Keeping the talks under wraps is important for two reasons. First, public opinion now actually matters in the Middle East. The days when autocratic leaders could reach agreements and impose them on their citizenry are gone in a region reshaped by the Arab Spring. And, second, the public on both sides of the divide has grown distrustful of a peace process that has failed them so often. “There is a lot of opposition on the Palestinian street to the talks themselves,” Sachs said. “They see the talks as charade and the peace process itself has been used as cover for continued occupation. So there is an advantage to having more substantive but more private talks that don’t demand any public gestures by either side just yet.”

The success of Obama’s trip, of course, did little to tamp down long-standing Republican complaints that he should have visited Israel in his first term and should be doing more to revive the peace process. Rep. Ileana Ros-Lehtinen, R-Fla., chairwoman of the House Foreign Affairs panel's Subcommittee on the Middle East and North Africa, contended Sunday that the president in his trip “failed to put forth a clear strategy to stabilize tensions in the region and bring both parties back to the negotiating table.”

She said Obama “fell short” in his talks with Palestinian President Mahmoud Abbas to press him to renounce Hamas. Obama was “misguided” to suggest Abbas and Prime Minister Salam Fayyad are “true partners for peace,” Ros-Lehtinen said.

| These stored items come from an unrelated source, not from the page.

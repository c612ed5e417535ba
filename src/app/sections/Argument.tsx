import { memo, use, useCallback, useMemo } from "react";
import { useStore } from "zustand";
import { plainText } from "../../export/sentences/piece.ts";
import { compareSettings } from "../../sheet/compareSettings.ts";
import type { WorkspaceChange } from "../../sheet/workspace.ts";
import { LiveRegion } from "../page/LiveRegion.tsx";
import { pageExports } from "../page/pageExports.ts";
import { PlacedCases } from "../page/placedCases.ts";
import { RestedCases } from "../page/restedCases.ts";
import { Title } from "../page/Title.tsx";
import type { CaseView } from "../session/caseView.ts";
import type { PageStore } from "../session/pageStore.ts";
import type { PageWork } from "../session/pageWork.ts";
import type { Held } from "../session/session.ts";
import { ArgumentSection } from "./ArgumentSection.tsx";
import { BodySection } from "./BodySection.tsx";
import { CompareSection } from "./CompareSection.tsx";
import { DecaySection } from "./DecaySection.tsx";
import { DefinitionPanel } from "./DefinitionPanel.tsx";
import { DissipationNote } from "./DissipationNote.tsx";
import { Fold } from "./Fold.tsx";
import { balanceNotes, balancePicture, isotropyNotes, isotropyPicture, scalesPicture } from "./figures.tsx";
import { findingsOf } from "./findings.ts";
import { IntegralScaleNote } from "./IntegralScaleNote.tsx";
import { InvariantsBlock } from "./InvariantsBlock.tsx";
import { LinesNote } from "./LinesNote.tsx";
import { NarrowingFold } from "./NarrowingFold.tsx";
import { PageFoot } from "./PageFoot.tsx";
import { RecordsSection } from "./RecordsSection.tsx";
import {
  anisotropyColumns,
  dissipationColumns,
  gradientColumns,
  integralColumns,
  momentColumns,
} from "./routeColumns.ts";
import { SpectraSection } from "./SpectraSection.tsx";
import { StationRoutes } from "./StationRoutes.tsx";
import { TableSection } from "./TableSection.tsx";

/** The argument from the records to the comparison, top to bottom. */
export function Argument({
  store,
  work,
  held,
  cases,
  narrow,
}: {
  store: PageStore;
  work: PageWork;
  held: Held;
  cases: readonly CaseView[];
  narrow: boolean;
}) {
  const { dispatch, late, setHover, setPlans } = useStore(store);
  const workspace = held.history.present;
  const comparisons = held.argued?.comparisons ?? noComparisons;
  const { tolerance } = workspace.cases[0].sheet.compare;
  const findings = useMemo(() => findingsOf(cases, comparisons, tolerance), [cases, comparisons, tolerance]);
  const change = useCallback(
    (changed: WorkspaceChange) => dispatch({ kind: "changed", change: changed }),
    [dispatch],
  );
  // an argument is told late after a moment; a reduction takes longer than that
  const stale = cases.some((view) =>
    view.work === null ? late !== null && view.stale : view.stations.length > 0,
  );
  const reduced = cases.filter((view) => view.stations.length > 0);
  const shared = { cases: reduced, stale };
  // the many numbers of the folds follow a bracket once it rests
  const rested = use(RestedCases);
  const withBody = use(PlacedCases);
  const placed = useMemo(() => withBody.filter((view) => view.stations.length > 0), [withBody]);
  const folded = useMemo(() => rested.filter((view) => view.stations.length > 0), [rested]);
  const exports = useMemo(() => pageExports(rested, held), [rested, held]);
  const { compare } = useMemo(
    () => findingsOf(rested, comparisons, tolerance),
    [rested, comparisons, tolerance],
  );
  const settings = useMemo(() => compareSettings(workspace.cases[0].sheet), [workspace]);
  const point = useCallback(
    (caseId: string, x: number | null) => setHover(x === null ? null : { caseId, x }),
    [setHover],
  );
  return (
    <DefinitionPanel cases={cases} comparisons={comparisons}>
      <div className="row page-top">
        <div />
        <div>
          <Title
            title={workspace.title}
            cases={cases}
            onRename={(title) => change({ kind: "set-title", title })}
          />
        </div>
      </div>
      <RecordsSection
        cases={cases}
        held={held}
        sentences={findings.records}
        narrow={narrow}
        onChange={change}
        onSave={exports.sheets}
        onCancel={work.cancel}
        onResume={work.resume}
      />
      {reduced.length > 0 && (
        <>
          <DecaySection
            {...shared}
            late={late !== null}
            comparisons={comparisons}
            sentences={findings.decay}
            onChange={change}
          >
            <StillNarrowing cases={folded} onMarks={setPlans} />
          </DecaySection>
          <ArgumentSection
            id="isotropy"
            {...shared}
            sentences={findings.isotropy}
            figure={isotropyPicture}
            notes={isotropyNotes}
          >
            <Fold name="Small scales, stress tensor, skewness and flatness">
              <StillInvariants cases={folded} />
              <StillLines cases={folded} />
              <StillRoutes label="Anisotropy" cases={folded} columns={anisotropyColumns} />
              <StillRoutes label="Skewness and flatness" cases={folded} columns={momentColumns} />
            </Fold>
          </ArgumentSection>
          <ArgumentSection
            id="scales"
            {...shared}
            sentences={findings.scales}
            figure={scalesPicture}
            notes={[{ name: "Integral scale", body: <StillScaleNote cases={folded} onChange={change} /> }]}
          >
            <Fold name="Integral scale by every route, transverse scales">
              <StillLines cases={folded} />
              <StillRoutes label="Integral scales by route" cases={folded} columns={integralColumns} />
            </Fold>
          </ArgumentSection>
          <SpectraSection {...shared} picked={workspace.picked} onChange={change} />
          <ArgumentSection
            id="balance"
            {...shared}
            sentences={findings.balance}
            figure={balancePicture}
            notes={[
              { name: "Adopted", body: <StillDissipation cases={folded} onChange={change} /> },
              ...balanceNotes,
            ]}
          >
            <Fold name="Dissipation and gradients by every route">
              <StillLines cases={folded} />
              <StillRoutes
                label="Dissipation of every station by route"
                cases={folded}
                columns={dissipationColumns}
              />
              <StillRoutes label="Gradients by route" cases={folded} columns={gradientColumns} />
            </Fold>
          </ArgumentSection>
          <StillComparison
            cases={folded}
            stale={late !== null}
            sentences={compare}
            comparisons={comparisons}
            settings={settings}
            onChange={change}
          />
          {placed.length > 0 && <StillBody cases={placed} late={late !== null} onChange={change} />}
          <StillTable cases={folded} exports={exports} onHover={point} />
        </>
      )}
      <PageFoot cases={cases} />
      <LiveRegion text={stale ? "Recomputing." : spoken(cases, findings)} />
    </DefinitionPanel>
  );
}

// what follows a bracket only once it rests is not gone through in every frame of a drag
const StillBody = memo(BodySection);
const StillComparison = memo(CompareSection);
const StillDissipation = memo(DissipationNote);
const StillInvariants = memo(InvariantsBlock);
const StillLines = memo(LinesNote);
const StillNarrowing = memo(NarrowingFold);
const StillRoutes = memo(StationRoutes);
const StillScaleNote = memo(IntegralScaleNote);
const StillTable = memo(TableSection);

const noComparisons = [] as const;

function spoken(cases: readonly CaseView[], { records, decay }: ReturnType<typeof findingsOf>): string {
  if (cases.some((view) => view.work)) return "";
  return [...records, ...decay].map(plainText).join(" ");
}
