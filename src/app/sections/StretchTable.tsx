import { labelOf } from "../../core/catalogue.ts";
import type { Comparison } from "../../core/comparison.ts";
import { formatScaled } from "../../figures/formatQuantity.ts";
import type { CaseView } from "../session/caseView.ts";
import { comparedPlaceText } from "./comparedPlaceText.ts";
import { Definition } from "./Definition.tsx";
import { NumberButton } from "./NumberButton.tsx";
import { SymbolText } from "./SymbolText.tsx";
import { TableScroll } from "./TableScroll.tsx";

/** The stretches of one pair's common range, and which of them are equivalent in all quantities that have to agree. */
export function StretchTable({ cases, comparison }: { cases: readonly CaseView[]; comparison: Comparison }) {
  const { equivalent_beyond: beyond } = comparison;
  if (beyond.stretches.length === 0) return beyond.why === null ? null : <p>{beyond.why}.</p>;
  return (
    <TableScroll label={`Stretches of ${comparison.cases[1]}`}>
      <table className="data dense">
        <thead>
          <tr>
            <th scope="col">
              <Definition of={placeKey[comparison.align]}>From</Definition>
            </th>
            <th scope="col">To</th>
            <th scope="col" className="text">
              <Definition of="equivalent_from">Equivalent</Definition>
            </th>
            <th scope="col" className="text">
              Least room
            </th>
            <th scope="colgroup" colSpan={2}>
              <Definition of="ratio">Ratio, 95{"\u202f"}%</Definition>
            </th>
          </tr>
        </thead>
        <tbody>
          {beyond.stretches.map(({ from, to, equivalent, narrowest }) => (
            <tr key={from}>
              <td>{comparedPlaceText(from, comparison, cases)}</td>
              <td>{comparedPlaceText(to, comparison, cases)}</td>
              <td className="text">{equivalent ? "yes" : "not shown"}</td>
              {narrowest === null ? (
                <td className="why" colSpan={3}>
                  a quantity is not carried here, or has no errors
                </td>
              ) : (
                <>
                  <td className="text">
                    <SymbolText runs={labelOf(narrowest.quantity).symbol} />
                  </td>
                  <td>
                    <NumberButton of="ratio" quantity={narrowest.ratio}>
                      {formatScaled(narrowest.ratio, asRatio).value}
                    </NumberButton>
                  </td>
                  <td className="pm">{formatScaled(narrowest.ratio, asRatio).interval ?? "–"}</td>
                </>
              )}
            </tr>
          ))}
        </tbody>
      </table>
    </TableScroll>
  );
}

/** Label of what the stretches lie on. */
const placeKey = { x0: "(x-x0)/ell", x: "x", Tu: "Tu" } as const;

const asRatio = { factor: 1, unit: "", digits: 3 };
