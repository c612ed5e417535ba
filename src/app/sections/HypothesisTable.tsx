import type { Hypothesis } from "../../core/decayResult.ts";
import { bare } from "../../core/quantity.ts";
import { exponentText } from "../../export/sentences/decaySentences.ts";
import type { FigureTable } from "../../figures/figureSpec.ts";
import { formatProbability } from "../../figures/formatNumber.ts";
import type { CaseView } from "../session/caseView.ts";
import { CaseHeads } from "./CaseHeads.tsx";
import { cellKeys } from "./cellKeys.ts";
import { Definition } from "./Definition.tsx";
import { NumberButton } from "./NumberButton.tsx";
import { TableSave } from "./TableSave.tsx";
import { TableScroll } from "./TableScroll.tsx";

/** Exponents of the classical hypotheses, each with the probability of data so far from it. */
export function HypothesisTable({ cases }: { cases: readonly CaseView[] }) {
  const fitted = cases.filter(({ decay }) => decay !== null);
  const names = fitted[0]?.decay?.hypotheses ?? [];
  return (
    <>
      <TableScroll label="Hypotheses">
        <table className="data dense" {...cellKeys}>
          <CaseHeads cases={fitted} first={<Definition of="p">Exponent held at</Definition>} />
          <tbody>
            {names.map(({ name, n }) => (
              <tr key={name}>
                <th scope="row" className="text">
                  {exponentText(n)} {name}
                </th>
                {fitted.map((view) => (
                  <HypothesisCells
                    key={view.id}
                    view={view}
                    hypothesis={view.decay?.hypotheses.find((each) => each.name === name)}
                  />
                ))}
              </tr>
            ))}
          </tbody>
        </table>
      </TableScroll>
      <TableSave name="hypotheses" table={() => hypothesesTable(fitted)} />
    </>
  );
}

/** Below this probability the data exclude an exponent; above it nothing is confirmed. */
const level = 0.05;
const tests = { "chi-square": "χ²", F: "F" } as const;

function HypothesisCells({ view, hypothesis }: { view: CaseView; hypothesis: Hypothesis | undefined }) {
  const { p = null, test = null, name = "", n = 0 } = hypothesis ?? {};
  if (p === null)
    return (
      <td className="why" colSpan={2}>
        not tested: there is no law, or n is held
      </td>
    );
  const verdict = p < level ? "excluded by these data in this window" : "not excluded";
  return (
    <>
      <td title={String(p)}>
        <NumberButton
          cell
          of="p"
          quantity={bare(p, "a probability of these data: it has no interval")}
          at={{
            kind: "page",
            view,
            shown: formatProbability(p),
            rows: [
              ["hypothesis", `n = ${exponentText(n)}, ${name}`],
              [
                "test",
                `likelihood ratio of n held there against n free${test === null ? "" : `, by ${tests[test]}`}`,
              ],
              ...(view.decay?.windowChosen === "auto"
                ? [["window", "the largest p over the windows united"] as const]
                : []),
              ["interval", "none: a probability of these data"],
            ],
          }}
        >
          {formatProbability(p)}
        </NumberButton>
      </td>
      <td className="pm wrap">
        {verdict}
        {test !== null && ` (${tests[test]})`}
      </td>
    </>
  );
}

function hypothesesTable(cases: readonly CaseView[]): FigureTable {
  return {
    heading: ["case", "hypothesis", "n", "p", "test"],
    rows: cases.flatMap((view) =>
      (view.decay?.hypotheses ?? []).map(({ name, n, p, test = null }) => [view.name, name, n, p, test]),
    ),
  };
}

The White House is convinced the United States is in a better position today because of the president’s trip, arguing that the alliance with Israel has been shored up, that the right message has been sent to the region, and that Obama understands the region and will remain involved.

Despite the pressure from Congress for more dramatic signs of progress, the number of challenges in the region is daunting. With Iran’s nuclear program, the fighting in Syria, and the Palestinian occupation atop the regional agenda, the very intractability of the issues themselves also contributes to a wariness about what will follow Obama’s trip. “The fact is that there is not a lot that can happen,” said Anthony Cordesman, who has worked on regional issues in and out of government since the 1973 Yom Kippur War and is now at the Center for Strategic and International Studies. “You are not going to get some dramatic step forward on the peace process. You can’t rush the negotiations with Iran. You can sustain the pressure. But the fact is that at this point in time, an awful lot of what we can do has been done.”

Syria is the most immediate challenge. “But it isn’t clear that there is something we can do now that would make a dramatic difference,” Cordesman said. “We can’t change the problems that Egypt faces. We can’t restructure Iraq. And we certainly are not going to influence the election in Iran. And in terms of working with the Gulf states, I think we have already accomplished a great deal in security cooperation, and it is not clear that a high visibility presidential effort would make things better.”